Yep. I don't have one either.

Called my sales guy and here's the scoop:

They use the towing eye for delivery- putting them on the truck, I guess. Then they sometimes throw them in the trunk. Look under or near the spare. Sometimes it's just missing. My guy said there are towing eyes laying around all over the shop.


----------



## Tim K (Jan 31, 2001)

I was just reading through the manual section on towing. If your Atlas came with the factory tow package there isn't actually a tow point in the rear bumper under the cutout as the hitch covers that spot. My guess (as my toolkit didn't come with the tow hook) is that if you have the factory hitch you won't get a tow hook in the toolkit since it would be of no use to you.


----------



## A4MOS19 (Oct 2, 2018)

Good find Tim, makes sense.

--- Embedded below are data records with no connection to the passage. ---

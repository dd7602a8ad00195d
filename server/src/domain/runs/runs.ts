// Validation runs: creating one (stored as queued, its job enqueued in the same transaction; runQueue.ts computes it),
// reading, reproducing and comparing them. A completed run is immutable (database trigger in migration 1764633800000-Runs).
import type { ColumnSummary } from '@shared/cohorts';
import { periodGroupingOf } from '@shared/periodGrouping';
import type { EntityManager } from 'typeorm';
import {
  runSettingsSchema,
  type CompareMetric,
  type ReproduceReport,
  type RunComparison,
  type RunDetail,
  type RunListQuery,
  type RunResults,
  type RunOptions,
  type RunSettings,
  type RunStage,
  type RunStatus,
  type RunSummary,
} from '@shared/runs';
import { dataSource } from '../../platform/database/dataSource';
import { ScoreVersion } from '../../platform/database/entities/ScoreVersion';
import { CohortVersion } from '../../platform/database/entities/CohortVersion';
import { ValidationRun } from '../../platform/database/entities/ValidationRun';
import type { AuthUser } from '../accounts/actor';
import { conflict, invalid, notFound } from '../errors';
import { runAdequacy } from './adequacy';
import { appendAudit } from '../accounts/audit';
import { freezeScoreVersion } from '../scores/freeze';
import { cohortColumnNames } from '../cohorts/cohortData';
import { enqueue, JOB } from '../../jobs/queue';
import { asStored, ENGINE_VERSION, resultsSha256 } from './runCompute';
import { completedRunRecord } from './runRecordCache';
import { computeInThread } from '../../jobs/threads/pool';
import { cohortOfRow, RUN_SCORE_COHORT_JOIN } from './runJoin';

// ---------------------------------------------------------------- create

export interface CreateRunInput {
  scoreVersionId: string;
  cohortVersionId: string;
  settings: RunSettings;
}

/** Column names of the cohort's subgroups and predictors, and whether it has periods (read from its first block). */
async function cohortColumns(
  m: EntityManager,
  cohortVersionId: string,
): Promise<{ subgroups: Set<string>; hasDates: boolean }> {
  const cols = await cohortColumnNames(cohortVersionId, m);
  return { subgroups: new Set([...cols.subgroups, ...cols.predictors]), hasDates: cols.hasDates };
}

export async function createRun(actor: AuthUser, input: CreateRunInput, ip: string | null = null): Promise<RunDetail> {
  const settings = runSettingsSchema.parse(input.settings);
  const id = await dataSource.transaction(async (m) => {
    const sv = await m.getRepository(ScoreVersion).findOne({ where: { id: input.scoreVersionId } });
    if (!sv) throw notFound('score version');
    const cv = await m.getRepository(CohortVersion).findOne({ where: { id: input.cohortVersionId } });
    if (!cv) throw notFound('cohort version');
    const cols = await cohortColumns(m, cv.id);
    const missing = settings.subgroupColumns.filter((c) => !cols.subgroups.has(c));
    if (missing.length)
      throw invalid(`the cohort version has no column ${missing.map((c) => `"${c}"`).join(', ')} to group by`);
    if (settings.siteColumn && !cols.subgroups.has(settings.siteColumn))
      throw invalid(`the cohort version has no site column "${settings.siteColumn}"`);
    if (settings.timeGrouping !== 'none' && !cols.hasDates)
      throw invalid('time grouping needs event dates, and this cohort version has none');

    await freezeScoreVersion(m, sv, actor, ip, 'first validation run');
    const run = await m.getRepository(ValidationRun).save(
      m.getRepository(ValidationRun).create({
        scoreVersionId: sv.id,
        cohortVersionId: cv.id,
        settings,
        status: 'queued',
        progress: 0,
        progressMessage: 'waiting in the queue',
        createdBy: actor.id,
        attempt: 1,
      }),
    );
    await appendAudit(
      {
        actorId: actor.id,
        actorEmail: actor.email,
        action: 'run.created',
        targetType: 'validation_run',
        targetId: run.id,
        sourceIp: ip,
        details: { scoreVersionId: sv.id, cohortVersionId: cv.id, settings },
      },
      m,
    );
    await enqueue(m, JOB.run, { runId: run.id });
    return run.id;
  });
  return getRun(id);
}

// ---------------------------------------------------------------- read

// The tables a run summary reads, with the current review and the latest signature of each run (the list's filters
// and its count read the same joins).
const SUMMARY_FROM = `
  FROM ${RUN_SCORE_COHORT_JOIN}
  LEFT JOIN users u ON u.id = r.created_by
  LEFT JOIN LATERAL (SELECT rr.verdict, rr.created_at FROM run_reviews rr WHERE rr.run_id = r.id AND rr.superseded_by IS NULL) rv ON true
  LEFT JOIN LATERAL (SELECT g.meaning, g.signed_at, g.printed_name FROM signatures g WHERE g.run_id = r.id ORDER BY g.signed_at DESC LIMIT 1) sg ON true`;

const SUMMARY_SELECT = `
  SELECT r.id, r.status, r.progress, r.progress_message, r.error, r.engine_version, r.created_by, r.created_at, r.started_at,
         r.finished_at, r.attempt, r.score_version_id, r.cohort_version_id,
         sv.version AS score_version, s.id AS score_id, s.name AS score_name,
         cv.version AS cohort_version, cv.label AS cohort_label, c.id AS cohort_id, c.name AS cohort_name,
         u.name AS created_by_name, rv.verdict AS review_verdict, rv.created_at AS reviewed_at,
         sg.meaning AS signoff_meaning, sg.signed_at AS signed_at, sg.printed_name AS signed_by,
         CASE WHEN r.status = 'completed' THEN jsonb_build_object(
           'n', ov.o->'n', 'events', ov.o->'events', 'auc', ov.o->'auc'->'estimate', 'oe', ov.o->'oe'->'estimate') END AS headline
  ${SUMMARY_FROM}
  -- results is a large TOASTed jsonb: every r.results->… de-compresses all of it again, so 'overall' is taken once
  -- (OFFSET 0 keeps the planner from folding the sub-select back into four separate de-compressions).
  LEFT JOIN LATERAL (SELECT r.results->'overall' AS o OFFSET 0) ov ON true`;

/** Where a run stands in governance, as the list filters it. */
const STAGE_SQL: Record<RunStage, string> = {
  'not reviewed': `r.status = 'completed' AND rv.verdict IS NULL`,
  'awaiting sign-off': `rv.verdict IS NOT NULL AND (sg.meaning IS NULL OR sg.signed_at < rv.created_at)`,
  approved: `sg.meaning = 'approve for clinical use' AND sg.signed_at >= rv.created_at`,
  returned: `sg.meaning = 'return to statistician' AND sg.signed_at >= rv.created_at`,
  revoked: `sg.meaning = 'revoke approval'`,
};

type SummaryRow = Record<string, unknown>;
const iso = (v: unknown) => (v ? new Date(v as string).toISOString() : null);

function toSummary(r: SummaryRow): RunSummary {
  return {
    id: r.id as string,
    scoreId: r.score_id as string,
    scoreName: r.score_name as string,
    scoreVersionId: r.score_version_id as string,
    scoreVersion: r.score_version as number,
    ...cohortOfRow(r),
    status: r.status as RunStatus,
    progress: Number(r.progress),
    progressMessage: (r.progress_message as string) ?? null,
    error: (r.error as string) ?? null,
    engineVersion: (r.engine_version as string) ?? null,
    createdBy: (r.created_by as string) ?? null,
    createdByName: (r.created_by_name as string) ?? null,
    createdAt: iso(r.created_at)!,
    startedAt: iso(r.started_at),
    finishedAt: iso(r.finished_at),
    attempt: r.attempt as number,
    headline: (r.headline as RunSummary['headline']) ?? null,
    review: r.review_verdict ? { verdict: r.review_verdict as string, reviewedAt: iso(r.reviewed_at)! } : null,
    signoff: r.signoff_meaning
      ? { meaning: r.signoff_meaning as string, signedAt: iso(r.signed_at)!, signedBy: (r.signed_by as string) ?? '' }
      : null,
  };
}

export async function listRuns(q: RunListQuery): Promise<{ total: number; runs: RunSummary[] }> {
  const where: string[] = [];
  const args: unknown[] = [];
  const add = (sql: string, v: unknown) => {
    args.push(v);
    where.push(sql.replace('?', `$${args.length}`));
  };
  if (q.score) add('s.id = ?', q.score);
  if (q.scoreVersion) add('r.score_version_id = ?', q.scoreVersion);
  if (q.cohortVersion) add('r.cohort_version_id = ?', q.cohortVersion);
  if (q.status) add('r.status = ?', q.status);
  if (q.stage) where.push(`(${STAGE_SQL[q.stage]})`);
  // Words in the score, cohort, label or the name of who started it; LIKE's own wildcards are taken literally.
  if (q.search)
    add(
      `concat_ws(' ', s.name, c.name, cv.label, u.name, rv.verdict) ILIKE ?`,
      `%${q.search.replace(/[\\%_]/g, (ch) => `\\${ch}`)}%`,
    );
  const filter = where.length ? ` WHERE ${where.join(' AND ')}` : '';
  const total: { n: string }[] = await dataSource.query(`SELECT count(*)::text AS n ${SUMMARY_FROM}${filter}`, args);
  const rows: SummaryRow[] = await dataSource.query(
    `${SUMMARY_SELECT}${filter} ORDER BY r.created_at DESC, r.id LIMIT ${q.limit} OFFSET ${q.offset}`,
    args,
  );
  return { total: Number(total[0].n), runs: rows.map(toSummary) };
}

/** One run; `adequacy` (about 0.2 s of CPU the first time a run is read) only where a page will show it. */
export async function getRun(
  id: string,
  manager: EntityManager = dataSource.manager,
  opts: { adequacy: boolean } = { adequacy: true },
): Promise<RunDetail> {
  const rows: SummaryRow[] = await manager.query(`${SUMMARY_SELECT} WHERE r.id = $1`, [id]);
  if (!rows[0]) throw notFound('validation run');
  // A completed run never changes (trigger plumbline_run_guard): read outside a transaction, its record is final and
  // is kept in memory (domain/runs/runRecordCache.ts).
  const load = () => manager.getRepository(ValidationRun).findOneOrFail({ where: { id } });
  const run =
    rows[0].status === 'completed' && manager === dataSource.manager
      ? await completedRunRecord(id, load)
      : await load();
  const detail: RunDetail = {
    ...toSummary(rows[0]),
    settings: run.settings,
    results: run.results,
    inputsSha256: run.inputsSha256,
    resultsSha256: run.resultsSha256,
  };
  // Derived on read (not part of the sealed results): is this cohort big enough, and how precise are its figures?
  if (opts.adequacy && run.status === 'completed') detail.adequacy = await runAdequacy(run);
  return detail;
}

/** The cohort's own periods (month or quarter), read from the period column's levels in its column summary. */
function cohortPeriods(summary: Record<string, ColumnSummary> | null): 'month' | 'quarter' | null {
  const entry = Object.entries(summary ?? {}).find(([k, v]) => k.startsWith('period (') && v.kind === 'categorical');
  if (!entry || entry[1].kind !== 'categorical') return 'month';
  return periodGroupingOf(entry[1].levels.map((l) => l.value)) ?? 'month';
}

How about the wheel chock, did your kit have one?









Volkswagen Wheel Chock Genuine accessories | eBay


If your doing work on your car, its important to block the tires. Only genuine Germany. NEW QUALITY!



www.ebay.com


----------



## Tim K (Jan 31, 2001)

I didn't see one in there. Tried to find it and didn't even see a spot where it would go.


----------



## A4MOS19 (Oct 2, 2018)

It collapses and goes into the cutout in the upper left corner. Mine wasn't included with one either.


----------



## Tim K (Jan 31, 2001)

That spot and the spot for the tow hook are empty in mine too.


----------



## TWs/VW (Jan 9, 2019)

A4MOS19 said:


> My 2019 S has the screwdriver handle, it's tucked inside the end of the lug wrench. There are no wheel chocks, but the foam cut out for them is there. No took hook either. I use the empty space for a tire pressure gauge and a wheel hanger alignment pin tool.

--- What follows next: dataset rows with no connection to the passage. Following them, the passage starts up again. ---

export async function commitUpload(actor: AuthUser, id: string, excludeRejected: boolean, ip: string) {
  const r = await uploadRow(id);
  if (r.status !== 'checked' || !r.prepared_path || !r.planned_version_id) throw conflict(`this upload is ${r.status}; only a checked upload can be stored`);
  if (r.rows_rejected > 0 && !excludeRejected) {
    throw conflict(`${r.rows_rejected} row(s) were rejected: store with excludeRejected: true (the exclusions are recorded), or fix the file and upload it again`);
  }
  if (r.rows_accepted === 0) throw new HttpError(422, 'no row passed the checks; nothing to store');
  const sv = await loadScoreVersion(r.score_version_id);
  const qr = dataSource.createQueryRunner();
  await qr.connect();
  await qr.startTransaction();
  let versionId: string;
  let cohortId: string;
  let version: number;
  try {
    if (r.cohort_id) {
      cohortId = r.cohort_id;
      await qr.query('SELECT id FROM cohorts WHERE id = $1 FOR UPDATE', [cohortId]);
    } else {
      const existing = await qr.query('SELECT id FROM cohorts WHERE lower(name) = lower($1)', [r.cohort_name]);
      if (existing.length) throw conflict(`a cohort named "${r.cohort_name}" was created meanwhile; upload again as a new version of it`);
      const [c] = await qr.query('INSERT INTO cohorts (name, score_id, created_by) VALUES ($1, $2, $3) RETURNING id', [r.cohort_name, sv.scoreId, actor.id]);
      cohortId = c.id;
    }
    const [{ next }] = await qr.query('SELECT coalesce(max(version), 0) + 1 AS next FROM cohort_versions WHERE cohort_id = $1', [cohortId]);
    version = next;
    const period = r.event_period;
    const endOfMonth = (d: string) => {
      const [y, m] = d.split('-').map(Number);
      return new Date(Date.UTC(y, m, 0)).toISOString().slice(0, 10);
    };
    const exclusions = r.rejection_counts;
    const mapping = { ...r.mapping, scoreVersionId: r.score_version_id, delimiter: r.delimiter };
    const [v] = await qr.query(
      `INSERT INTO cohort_versions (id, cohort_id, version, label, period_start, period_end, source_filename, source_sha256, source_bytes,
         row_count, events, excluded_count, exclusions, mapping, column_summary, uploaded_by)
       VALUES ($1, $2, $3, $4, $5, $6, $7, $8, $9, $10, $11, $12, $13, $14, $15, $16) RETURNING id`,
      [r.planned_version_id, cohortId, version, r.label || `version ${version}`, r.period_start ?? period?.min ?? null, r.period_end ?? (period ? endOfMonth(period.max) : null),
        r.source_filename, r.sha256, r.bytes, r.rows_accepted, r.events, r.rows_rejected, JSON.stringify(exclusions), JSON.stringify(mapping), JSON.stringify(r.column_summary), actor.id],
    );
    versionId = v.id;
    const client = (qr as unknown as { databaseConnection: PoolClient }).databaseConnection;
    const copy = client.query(copyFrom('COPY cohort_rows (cohort_version_id, line_no, outcome, event_date, predictors, subgroups) FROM STDIN'));
    await pipeline(createReadStream(r.prepared_path, { highWaterMark: 1024 * 1024 }), copy);
    if (copy.rowCount !== r.rows_accepted) throw new Error(`COPY stored ${copy.rowCount} rows, expected ${r.rows_accepted}`);
    await qr.query(`UPDATE cohort_uploads SET status = 'committed', cohort_id = $2, cohort_version_id = $3, temp_path = NULL, prepared_path = NULL, updated_at = now() WHERE id = $1`, [id, cohortId, versionId]);
    await qr.query('DELETE FROM cohort_upload_rejections WHERE upload_id = $1', [id]);
    await appendAudit({
      actorId: actor.id, actorEmail: actor.email, action: 'cohort.version.stored', targetType: 'cohort_version', targetId: versionId, sourceIp: ip,
      details: { cohortId, version, rows: r.rows_accepted, events: r.events, excluded: r.rows_rejected, sha256: r.sha256, uploadId: id },
    }, qr.manager);
    await qr.commitTransaction();
  } catch (err) {
    await qr.rollbackTransaction().catch(() => undefined);
    if (err instanceof HttpError) throw err;
    console.error(`[uploads] storing upload ${id} failed, rolled back:`, (err as Error).message);
    throw new HttpError(500, 'storing the cohort failed and was rolled back: nothing was stored; try again or upload the file again');
  } finally {
    await qr.release();
  }
  await removeQuietly(r.prepared_path);
  await removeQuietly(r.temp_path);
  return { cohortId, cohortVersionId: versionId, version, rowCount: r.rows_accepted, events: r.events, excludedCount: r.rows_rejected, sha256: r.sha256 };
}

export async function discardUpload(actor: AuthUser, id: string, ip: string) {
  const r = await uploadRow(id);
  if (r.status === 'committed') throw conflict('this upload is stored as a cohort version; stored versions are immutable');
  if (r.status === 'processing') await whenProcessed(id);
  const again = await uploadRow(id);
  await removeQuietly(again.temp_path);
  await removeQuietly(again.prepared_path);
  await dataSource.transaction(async (m) => {
    await m.query('DELETE FROM cohort_upload_rejections WHERE upload_id = $1', [id]);
    await m.query(`UPDATE cohort_uploads SET status = 'discarded', temp_path = NULL, prepared_path = NULL, updated_at = now() WHERE id = $1`, [id]);
    await appendAudit({ actorId: actor.id, actorEmail: actor.email, action: 'cohort.upload.discarded', targetType: 'cohort_upload', targetId: id, sourceIp: ip }, m);
  });
  return getUpload(id);
}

Didn't receive a Wheel Alignment Pin in my tool kit; although it would be nice to have. I found a couple OEM "Tommy Bars" available from VW (see below), neither specify Atlas fitment, but is yours one of these?

TW


----------



## brachiopod (Sep 15, 2018)

My 2018 SE has the tow hook and the wheel chock. Guess I lucked out!


----------



## A4MOS19 (Oct 2, 2018)

TWs/VW said:


> Didn't receive a Wheel Alignment Pin in my tool kit; although it would be nice to have. I found a couple OEM "Tommy Bars" available from VW (see below), neither specify Atlas fitment, but is yours one of these?
> 
> TW


This is the wheel alignment pin I have.


https://www.amazon.com/gp/product/B00MWAQGSQ/ref=ppx_yo_dt_b_asin_title_o06_s00?ie=UTF8&psc=1


----------



## A4MOS19 (Oct 2, 2018)

brachiopod said:


> My 2018 SE has the tow hook and the wheel chock. Guess I lucked out!


I understand how the tow hook might be deleted when the factory tow package is added, but why some do and don't get the wheel chock is a mystery.  Good you got both with yours. I struck out on both.


----------



## Notabiker (Mar 30, 2019)

Why do you need the alignment pin? Just put the wheel up on the center hub and while holding the bottom (I usually have my foot there) rotate until they line up. I do recall some folks trying to hold the tire up and line up the holes without having it resting on the center hub, and that sounds like a big pain!


----------



## wsuman (Dec 24, 2020)

Does anyone have the part number for the folding wheel chock, or know of an aftermarket option that fits the factory location?

thanks
Walt


----------



## A4MOS19 (Oct 2, 2018)

VW part# 7L0 860 321A


----------



## wsuman (Dec 24, 2020)

A4MOS19 said:


> VW part# 7L0 860 321A


Thanks.


----------